Section 4: Operational complexity acceptance. An explicit acknowledgment of the operational complexity floor that comes with the chosen platform. For Kubernetes: the estimated weekly hours spent on cluster maintenance (version upgrades, node group updates, add-on management, certificate rotation), the cadence for control plane version upgrades, the tooling installed on the cluster and the team responsible for maintaining each tool's Helm releases. For ECS: the operational maintenance that remains (task definition updates for base image patches, autoscaling policy reviews, IAM role audits). For serverless: the cold start monitoring and provisioned concurrency review cadence. The knowledge requirement for on-call engineers and the onboarding plan for new engineers who will participate in on-call. The runbook location and the cadence for testing runbooks (because a runbook that has not been tested since it was written is not a runbook — it is documentation of how things worked at the time of writing, which may differ from how they work now). The escalation path for incidents that exceed the on-call engineer's Kubernetes or ECS knowledge boundary.

Section 5: Migration criteria. The conditions under which the team would reconsider the orchestration platform. These criteria must be specific and measurable, not qualitative ("if Kubernetes becomes too hard") — specific thresholds that, when crossed, trigger a formal migration evaluation. Examples: "if cluster maintenance consumes more than 15% of the infrastructure team's engineering time per week, trigger a migration evaluation to ECS Fargate"; "if scale-out latency under 10x normal load exceeds 5 minutes for any tier-1 service, trigger an autoscaling model review"; "if the team grows to a point where fewer than 25% of engineers on call have sufficient Kubernetes knowledge to diagnose incidents independently, trigger an orchestration complexity review." The migration evaluation is not a commitment to migrate — it is a commitment to assess the alternatives against the current constraints and make a documented decision, the same decision that was made in year one but with the benefit of two years of operational experience. The first year of decisions establishes the operational patterns that will be hardest to change; the orchestration ADR's migration criteria are the mechanism for keeping those patterns under deliberate review rather than defaulting to inertia.

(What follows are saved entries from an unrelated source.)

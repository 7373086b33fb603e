"""Phonon densities of states: :class:`Spectrum` and what is built from it.

:mod:`~modeheat.spectrum.core` holds the :class:`Spectrum` class and its three
constructors (sampled density, list of modes, histogram);
:mod:`~modeheat.spectrum.continuation` the one low-temperature resolver they share.
"""

from __future__ import annotations

from .continuation import LOW_T_CHOICES
from .core import ReducedDensity, Spectrum, debye_temperature_from_sound

__all__ = ["Spectrum", "ReducedDensity", "debye_temperature_from_sound", "LOW_T_CHOICES"]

A container orchestration platform is the runtime environment for every service the team builds, and it is the context in which every production incident is diagnosed and resolved. The choice between Kubernetes and ECS Fargate and serverless containers is not primarily a technical question about features — it is an organizational question about how much operational complexity the team can carry productively, how much autoscaling latency the product's SLO can tolerate, and how much onboarding time the team's hiring model can absorb. These are questions about the team and the business, not just the platform. The decisions about orchestration that are made in a single ChatGPT session in year one — often under the pressure of an incident like the Black Friday event in the opening narrative — shape the team's operational reality for years. Without a record of those decisions, the team in year three cannot reason about whether to migrate, cannot explain to a new engineer why the platform was chosen, and cannot evaluate new requirements against the constraints that justified the original choice. The open-source extractor surfaces the AI chat sessions where those decisions were made — the initial architecture conversation, the incident-driven optimization sessions, the compliance-driven security configuration sessions — connecting the reasoning from the moment of decision to the operational record that will inform the next platform evolution.